Spend proper money and have serious, big-league background checks performed on the founder and the key players and investors in the business. Web research isn't enough. References from people you know aren't enough. Go all the way, hire a reputable firm, and do it right.
No Task Is Too Small
It is a highly invigorating to have the deep and broad impact that comes from working in a smaller organization. Working in, or contributing to, all of the various disciplines of the business like sales, marketing, finance, strategy, operations, planning, etc. is exhilarating. Staying focused on critical, key objectives can be a challenge when being pulled in so many directions, but basic needs like needing to keep the lights on and making payroll tend to keep one on track.

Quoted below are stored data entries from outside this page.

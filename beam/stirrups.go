package beam

import (
	"math"

	"soffit.example/bars"
	"soffit.example/units"
)

// leastSpacing is the closest that stirrups are set on site (common
// practice, no source).
var leastSpacing = units.Millimetre.Of(50)

// eachStirrup calls keep with the lightest passing zones of every number of
// legs for the bars of the trial. More legs are tried only while they buy a
// wider spacing.
func (s *search) eachStirrup(tie bars.Size, keep func(zones []Zone, mass float64)) {
	widest := 0
	for legs := 2; legs <= s.p.Brief.Preferences.MaxLegs; legs++ {
		uniform, ok := s.uniform(tie, legs)
		if !ok {
			continue
		}
		if uniform <= widest {
			return
		}
		widest = uniform
		s.setUniform(tie, legs, uniform)
		best, mass := append([]Zone(nil), s.zones...), s.stirrupMass(tie)
		if zones, m, ok := s.threeZones(tie, legs, uniform); ok && m < mass {
			best, mass = zones, m
		}
		keep(best, mass)
	}
}

// step is the spacing of k steps.
func (s *search) step(k int) units.Length {
	return s.p.Brief.Preferences.SpacingBy.Scale(float64(k))
}

// steps are the least and the greatest number of spacing steps tried.
func (s *search) steps() (least, most int) {
	by := s.p.Brief.Preferences.SpacingBy
	least = int(math.Ceil(leastSpacing.Ratio(by) - 1e-9))
	return least, max(least, int(s.p.Brief.Section.Depth.Ratio(by)+1e-9))
}

// uniform is the widest passing spacing of one zone, in steps. A closer
// spacing never fails where a wider one passes.
func (s *search) uniform(tie bars.Size, legs int) (k int, ok bool) {
	least, most := s.steps()
	s.setUniform(tie, legs, least)
	if !s.try(tie, legs, least, 1) {
		if worst := s.worst(); !s.near[0].ok || worst < s.near[0].worst {
			s.near[0] = near{ok: true, worst: worst, pair: s.current(tie)}
		}
		return 0, false
	}
	return s.last(least, most, func(k int) bool {
		s.setUniform(tie, legs, k)
		return s.try(tie, legs, k, 1)
	}), true
}

// last is the greatest k in [known, most] that passes, where known does.
func (s *search) last(known, most int, passes func(int) bool) int {
	for known < most {
		mid := (known + most + 1) / 2
		if passes(mid) {
			known = mid
		} else {
			most = mid - 1
		}
	}
	return known
}

// try judges the current zones and logs them if they fail.
func (s *search) try(tie bars.Size, legs, k, zones int) bool {
	s.t.Zones, s.t.ZoneBar = s.zones, append(s.t.ZoneBar[:0], tie, tie, tie)[:len(s.zones)]
	if s.judge(0, Shearing) {
		return true
	}
	s.reject(Arrangement{Depth: s.p.Brief.Section.Depth, Bar: tie.Name, Legs: legs, Spacing: s.step(k), Zones: zones})
	return false
}

// setUniform puts one zone from face to face.
func (s *search) setUniform(tie bars.Size, legs, k int) {
	s.zones = s.zones[:0]
	s.addZone(tie, legs, s.step(k), s.from, s.to)
}

// setThree puts zones of close stirrups over left and right spacings at the
// ends, and wide ones between.
func (s *search) setThree(tie bars.Size, legs, close, wide, left, right int) {
	s.zones = s.zones[:0]
	a := s.from.Add(s.step(close).Scale(float64(left)))
	b := s.to.Sub(s.step(close).Scale(float64(right)))
	if left > 0 {
		s.addZone(tie, legs, s.step(close), s.from, a)
	}
	s.addZone(tie, legs, s.step(wide), a, b)
	if right > 0 {
		s.addZone(tie, legs, s.step(close), b, s.to)
	}
}

func (s *search) addZone(tie bars.Size, legs int, spacing, from, to units.Length) {
	z := Zone{Bar: tie.Name, Legs: legs, Spacing: spacing, Form: "closed"}
	if s.member {
		z.Span, z.From, z.To = 1, from, to
		z.Count = stirrupCount(z)
	}
	s.zones = append(s.zones, z)
}

// stirrupCount is how many stirrups a zone needs so that, spread evenly, none
// are further apart than its spacing.
func stirrupCount(z Zone) int {
	return max(1, int(math.Ceil(z.To.Sub(z.From).Ratio(z.Spacing)-1e-9)))
}

// widerSteps is how many of the widest middle spacings are tried with end
// zones of their own.
const widerSteps = 3

// threeZones looks for lighter stirrups with close ends at the given spacing
// and a wider middle. The zones returned are a copy.
func (s *search) threeZones(tie bars.Size, legs, close int) (best []Zone, mass float64, ok bool) {
	if !s.member || s.p.Brief.Preferences.MaxZones < 3 {
		return nil, 0, false
	}
	_, most := s.steps()
	longest := int(s.to.Sub(s.from).Ratio(s.step(close)) * 0.45)
	if longest < 1 {
		return nil, 0, false
	}
	passes := func(wide, left, right int) bool {
		s.setThree(tie, legs, close, wide, left, right)
		return s.try(tie, legs, wide, 3)
	}
	widest := s.last(close, most, func(k int) bool { return passes(k, longest, longest) })
	for wide := widest; wide > close && wide > widest-widerSteps; wide-- {
		// The shortest end zone on each side; a longer one never fails where
		// a shorter one passes.
		left := longest - s.last(0, longest, func(cut int) bool { return passes(wide, longest-cut, longest) })
		right := longest - s.last(0, longest, func(cut int) bool { return passes(wide, left, longest-cut) })
		if !passes(wide, left, right) {
			continue
		}
		if m := s.stirrupMass(tie); !ok || m < mass {
			best, mass, ok = append(best[:0], s.zones...), m, true
		}
	}
	return best, mass, ok
}

// stirrupMass is the mass of the current zones in kg; per metre of beam with
// demands.
func (s *search) stirrupMass(tie bars.Size) float64 {
	sum := 0.0
	for i := range s.zones {
		z := &s.zones[i]
		one := tie.Mass(s.t.stirrupLength(tie, z.Legs)).In(units.Kilogram)
		if s.member {
			sum += one * float64(z.Count)
		} else {
			sum += one / z.Spacing.In(units.Metre)
		}
	}
	return sum
}

// current is the trial as a layout that may not pass.
func (s *search) current(tie bars.Size) found {
	f := found{stirrup: tie, zones: append([]Zone(nil), s.zones...)}
	for _, face := range [2]Face{Bottom, Top} {
		b := &f.bottom
		if face == Top {
			b = &f.top
		}
		for _, r := range s.t.Steel(face).Rows {
			b.add(r.Layer-1, r.Size, r.Count)
		}
		if s.t.Steel(face).InCompression {
			f.inCompress = face
		}
	}
	return f
}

Things come up that would just never happen in a larger organization. I could give a multitude of examples, but one story from my experience will help make this point. We were a week away from our lead sales person attending a major industry trade show. We outsourced the task of rewriting our brochures to a familiar third party to reflect our new products and messaging. They missed the deadline. In order to get the materials printed and mailed on time, I just sat down and rewrote them myself. I'm not a marketing communications professional. I didn't relish the task. In order to get this done on time, I had to do something I wasn't particularly good at and that I didn't necessarily enjoy.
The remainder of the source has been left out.